Just because I haven't posted anything on this blog doesn't mean I haven't been writing. I finished my rewrite of Free Souls in early February, and in the process I scrapped the title and cut out over 65,000 words of the backstory I've already posted on this blog. It's still part of my main character Sandy's history; I don't at all regret the time I put in writing it, but it held back the action and threw the book out of balance.
It had to go.
Most of the salient points I was able to work in here and there in the remainder of the text. But there were some important aspects of Sandy's past that wouldn't yield to that treatment, foundational things underlying her motivations that she would not talk to others about, especially not the hero Eric.
So I--- (she looks around, to see if anyone is looking)--- wrote a prologue. Yeah. One of those. I think it works. I say the book would suffer without it. In Chekhovian terms, it hangs the gun(s) on the wall so they'll be there to take down and fire later.

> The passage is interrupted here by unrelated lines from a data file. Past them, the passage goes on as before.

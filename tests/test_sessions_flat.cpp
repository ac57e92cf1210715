// The flat 2-D layout (solver/fit/flat_map.h) and `kith export --flat`, plus the --judgments paths of
// kith new / kith judge --import / kith export: what goes in comes back out.
#include <doctest/doctest.h>
#include <sys/wait.h>

#include <cstdio>
#include <map>
#include <random>
#include <sstream>

#include "solver/io/collection.h"
#include "solver/fit/fit.h"
#include "solver/fit/flat_map.h"
#include "solver/measures/health.h"
#include "solver/measures/judgment_health.h"
#include "solver/session/session_store.h"
#include "tests/approx.h"
#include "tests/sessions_support.h"
#include "viewer/scene/map_feed.h"
#include "viewer/session/session_link.h"
#include "viewer/window/session_menu.h"

namespace {

// Four clumps of 40 in 12-D features; the 3-D map is a t-SNE fit of them.
kith::Collection clumps(std::vector<int>* label) {
  std::mt19937 rng(5);
  std::normal_distribution<double> noise(0.0, 1.0);
  kith::Collection c;
  c.source = "clumps.csv";
  const int n = 160, f = 12;
  c.features.resize(n, f);
  for (int i = 0; i < n; ++i) {
    c.ids.push_back("tile-" + std::to_string(i));
    label->push_back(i % 4);
    for (int d = 0; d < f; ++d) c.features(i, d) = (d % 4 == i % 4 ? 9.0 : 0.0) + noise(rng);
  }
  return c;
}

// Share of items whose 5 nearest map neighbours mostly share their clump.
double clump_purity(const kith::Points& y, const std::vector<int>& label) {
  const Eigen::Index n = y.rows();
  int good = 0;
  for (Eigen::Index i = 0; i < n; ++i) {
    std::vector<std::pair<double, int>> d;
    for (Eigen::Index j = 0; j < n; ++j)
      if (j != i) d.push_back({(y.row(i) - y.row(j)).squaredNorm(), label[size_t(j)]});
    std::partial_sort(d.begin(), d.begin() + 5, d.end());
    int same = 0;
    for (int k = 0; k < 5; ++k) same += d[size_t(k)].second == label[size_t(i)];
    good += same >= 3;
  }
  return double(good) / double(n);
}

using Run = kith::test::KithRun;
Run kith_run(const std::string& arguments) { return kith::test::run_kith(arguments); }

}  // namespace

TEST_CASE("sessions: the flat layout keeps the 3-D map's neighbourhoods, its judgments and its pins") {
  std::vector<int> label;
  const kith::Collection c = clumps(&label);
  kith::FitOptions fo;
  fo.perplexity = 15;
  fo.iterations = 600;
  fo.seed = 3;
  const kith::Points map3 = kith::fit_map(c.features, fo).map;

  // Judgments the 3-D map satisfies (nearer = a clump mate, farther = another clump).
  std::vector<kith::Judgment> judgments;
  std::mt19937 rng(9);
  std::uniform_int_distribution<int> item(0, 159);
  while (judgments.size() < 60) {
    kith::Judgment j;
    j.anchor = item(rng);
    j.nearer = item(rng);
    j.farther = item(rng);
    if (j.anchor == j.nearer || label[size_t(j.anchor)] != label[size_t(j.nearer)] ||
        label[size_t(j.anchor)] == label[size_t(j.farther)])
      continue;
    j.id = int64_t(judgments.size() + 1);
    judgments.push_back(j);
  }
  const std::vector<int32_t> pinned = {3, 77};
  kith::FlatMapOptions o;
  o.perplexity = 15;
  o.iterations = 300;
  const kith::Points flat = kith::flatten_map(c, map3, judgments, pinned, o);
  REQUIRE(flat.rows() == 160);
  REQUIRE(flat.cols() == 2);
  CHECK(flat.allFinite());

  // Named tolerances, chosen as common practice for a 160-item, 4-clump check (not from a source).
  const double kMinTrust = 0.90;    // trustworthiness (k = 10) of the flat map against the 3-D map
  const double kMinPurity = 0.95;   // clumps stay clumps
  const double kMinAgreement = 0.95;
  CHECK(kith::trustworthiness(map3, flat, 10) >= kMinTrust);
  CHECK(clump_purity(flat, label) >= kMinPurity);
  CHECK(kith::judgment_agreement(flat, judgments) >= kMinAgreement);

  // Pins hold: the pinned items end where the start (the map's own principal plane) put them.
  kith::FlatMapOptions zero = o;
  zero.iterations = 0;
  const kith::Points start = kith::flatten_map(c, map3, judgments, pinned, zero);
  for (int32_t p : pinned) CHECK((flat.row(p) - start.row(p)).norm() == 0.0);
  // ...while the others moved (the objective did run), and the run kept neighbourhoods better than
  // the plain projection it started from.
  CHECK((flat.row(4) - start.row(4)).norm() > 0.0);
  CHECK(kith::trustworthiness(map3, flat, 10) > kith::trustworthiness(map3, start, 10));

  CHECK_THROWS(kith::flatten_map(c, map3.topRows(10), judgments, pinned, o));
}

TEST_CASE("sessions: judgments go in with kith new and kith judge --import and come back out of kith export") {
  const std::string dir = kith::test::temp_dir("sessions-judgments-paths");
  {
    std::ostringstream items;
    items << "id,line,a,b,c\n";
    for (int i = 0; i < 40; ++i) items << "yarn-" << i << "," << (i % 2 ? "moss" : "flint") << "," << i % 5 << ","
                                       << (i * 3) % 7 << "," << 0.5 * i << "\n";
    kith::test::write_bytes(dir + "/yarns.csv", items.str());
  }
  kith::test::write_bytes(dir + "/first.csv",
                          "anchor,nearer,farther,person,time,kind\n"
                          "yarn-1,yarn-3,yarn-2,Ines,2026-11-30T10:00:00Z,pair\n"
                          "yarn-4,yarn-6,yarn-5,Tomasz,2026-11-30T10:00:05Z,grid\n");
  const std::string session = dir + "/yarns.kith";
  Run r = kith_run("new " + dir + "/yarns.csv -o " + session + " --judgments " + dir + "/first.csv");
  CAPTURE(r.output);
  REQUIRE(r.code == 0);

  // A bad file adds nothing, and the session is left byte for byte as it was.
  kith::test::write_bytes(dir + "/bad.csv",
                          "anchor,nearer,farther,person\n"
                          "yarn-7,yarn-8,yarn-9,Ines\n"
                          "yarn-7,yarn-7,yarn-9,Ines\n"
                          "yarn-7,yarn-99,yarn-9,Ines\n"
                          "yarn-7,yarn-8\n");
  const std::string before = kith::test::file_bytes(session);
  r = kith_run("judge " + session + " --import " + dir + "/bad.csv");
  CHECK(r.code == 3);
  CHECK(r.output.find(":3") != std::string::npos);   // the repeated item, by line
  CHECK(r.output.find("yarn-99") != std::string::npos);  // the unknown id
  CHECK(r.output.find(":5") != std::string::npos);   // the short row
  CHECK(kith::test::file_bytes(session) == before);
  r = kith_run("judge " + session + " --import " + dir + "/bad.csv --skip-bad-rows --person Ada");
  CAPTURE(r.output);
  CHECK(r.code == 0);
  r = kith_run("judge " + session + " --add yarn-10,yarn-12,yarn-11 --person Ada");
  CHECK(r.code == 0);
  {
    auto store = kith::SessionStore::open(session);
    const auto all = store->judgments();
    REQUIRE(all.size() == 4);
    store->set_retracted(all[1].id, true);
  }

  r = kith_run("export " + session + " --judgments " + dir + "/out.csv");
  CAPTURE(r.output);
  REQUIRE(r.code == 0);
  const std::string out = kith::test::file_bytes(dir + "/out.csv");
  CHECK(out.find("yarn-1,yarn-3,yarn-2,Ines,2026-11-30T10:00:00Z,pair") != std::string::npos);
  CHECK(out.find("yarn-4,yarn-6,yarn-5") == std::string::npos);  // retracted: left out
  CHECK(out.find("yarn-7,yarn-8,yarn-9,Ines") != std::string::npos);
  CHECK(out.find("yarn-10,yarn-12,yarn-11,Ada") != std::string::npos);
  r = kith_run("export " + session + " --judgments " + dir + "/all.csv --include-retracted --people codes");
  REQUIRE(r.code == 0);
  const std::string all = kith::test::file_bytes(dir + "/all.csv");
  CHECK(all.find("yarn-4,yarn-6,yarn-5,P2") != std::string::npos);
  CHECK(all.find("Ines") == std::string::npos);

  // The exported file goes into a new session as it came out.
  r = kith_run("new " + dir + "/yarns.csv -o " + dir + "/again.kith --judgments " + dir + "/out.csv");
  CAPTURE(r.output);
  REQUIRE(r.code == 0);
  CHECK(kith::SessionStore::open(dir + "/again.kith")->judgment_count() == 3);

  // --flat needs a map first, then writes 2-D rows.
  r = kith_run("export " + session + " --flat " + dir + "/flat.csv");
  CHECK(r.code == 3);
  CHECK(r.output.find("no map yet") != std::string::npos);
  kith::Points map = kith::Points::Random(40, 3);
  kith::SessionStore::open(session)->write_checkpoint(map, 50);
  r = kith_run("export " + session + " --flat " + dir + "/flat.csv");
  CAPTURE(r.output);
  REQUIRE(r.code == 0);
  std::istringstream flat(kith::test::file_bytes(dir + "/flat.csv"));
  std::string line;
  std::getline(flat, line);
  CHECK(line == "id,x,y,line,group,suspect_score");
  size_t rows = 0;
  while (std::getline(flat, line)) ++rows;
  CHECK(rows == 40);
}

TEST_CASE("sessions: the window's Session menu saves as and exports, and never writes over a file") {
  const std::string dir = kith::test::temp_dir("sessions-menu");
  kith::Collection c = kith::test::swatch_collection(50, 4, 3);
  c.source = dir + "/swatches.csv";
  kith::EngineOptions eo;
  eo.perplexity = 10;
  kith::SessionLink link(c, eo, c.source);
  CHECK(link.path().empty());
  kith::StillFeed still(c.ids, kith::Points::Random(50, 3));
  auto feed = link.recording(still);
  kith::SessionMenu menu(link, *feed);

  // A judgment on a plain collection starts the session beside it and comes back with its id.
  kith::CommandBody body = kith::cmd::AddJudgment{kith::Judgment{-1, 1, 2, 3, "Ines"}};
  REQUIRE(feed->prepare(body) == "");
  feed->post(body);
  CHECK(std::get<kith::cmd::AddJudgment>(body).judgment.id > 0);
  CHECK(link.path() == dir + "/swatches.kith");
  CHECK(link.record_event(kith::event::CantTell{"Ines", 1000.0, {"pair", "sw-1", {"sw-2", "sw-3"}}}) == "");
  // People events keep the session's people table in step with the window's list.
  CHECK(link.record_event(kith::event::PersonAdded{"Tomasz", "#D55E00"}) == "");
  CHECK(link.record_event(kith::event::PersonColoured{"Ines", "#0072B2"}) == "");
  CHECK(link.record_event(kith::event::PersonRenamed{"Tomasz", "Tom"}) == "");
  CHECK(link.record_event(kith::event::PersonRenamed{"Tom", "Ines"}) != "");  // taken
  {
    std::map<std::string, std::string> people;
    for (const auto& p : link.store()->people()) people[p.name] = p.colour;
    CHECK(people.count("Tomasz") == 0);
    CHECK(people["Tom"] == "#D55E00");
    CHECK(people["Ines"] == "#0072B2");
  }

  using D = kith::SessionMenu::Dialog;
  const std::string copy = dir + "/copy.kith";
  REQUIRE(menu.run(D::kSaveAs, copy) == "");
  CHECK(link.path() == copy);  // kith goes on saving in the copy
  body = kith::cmd::AddJudgment{kith::Judgment{-1, 4, 5, 6, "Tomasz"}};
  REQUIRE(feed->prepare(body) == "");
  {
    auto original = kith::SessionStore::open(dir + "/swatches.kith");  // closed by save as, complete
    CHECK(original->judgment_count() == 1);
    CHECK(original->events().size() == 4);  // the refused rename wrote no event
  }
  CHECK(link.store()->judgment_count() == 2);
  CHECK(link.store()->events().size() == 4);
  CHECK(menu.run(D::kSaveAs, copy) != "");  // exists: refused

  const std::string before = kith::test::file_bytes(dir + "/swatches.kith");
  CHECK(menu.run(D::kLayout, dir + "/swatches.kith").find("will not overwrite") != std::string::npos);
  CHECK(kith::test::file_bytes(dir + "/swatches.kith") == before);
  CHECK(menu.run(D::kLayout, dir + "/layout.json") == "");
  CHECK(menu.run(D::kJudgments, dir + "/judgments.csv") == "");
  CHECK(kith::test::file_bytes(dir + "/judgments.csv").find(",Tomasz,") != std::string::npos);
  CHECK(menu.run(D::kFlat, dir + "/flat.csv") == "");
  CHECK(kith::test::file_bytes(dir + "/flat.csv").rfind("id,x,y,", 0) == 0);
}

The two beta readers who've reported back to me apparently haven't been fazed by it at all. Neither of them have refused to read the novel because it has a prologue.
But will I get the same reaction from someone in the publishing industry? And would I be wasting my time pitching The Single Eye to someone in the industry, given that some of the first part of it has been published on this blog?
Yes, the new title is The Single Eye, after Christ's saying in Matthew 6 (King James Version). It seemed to do the best job summing up the themes of the novel. And unlike "Free Souls," it relates to the story, and isn't just an ironic reference to the real-life situation that gave me the idea.
As to why it's suddenly important that someone in the industry should be well-disposed towards my first novel . . . I'll save that for another post.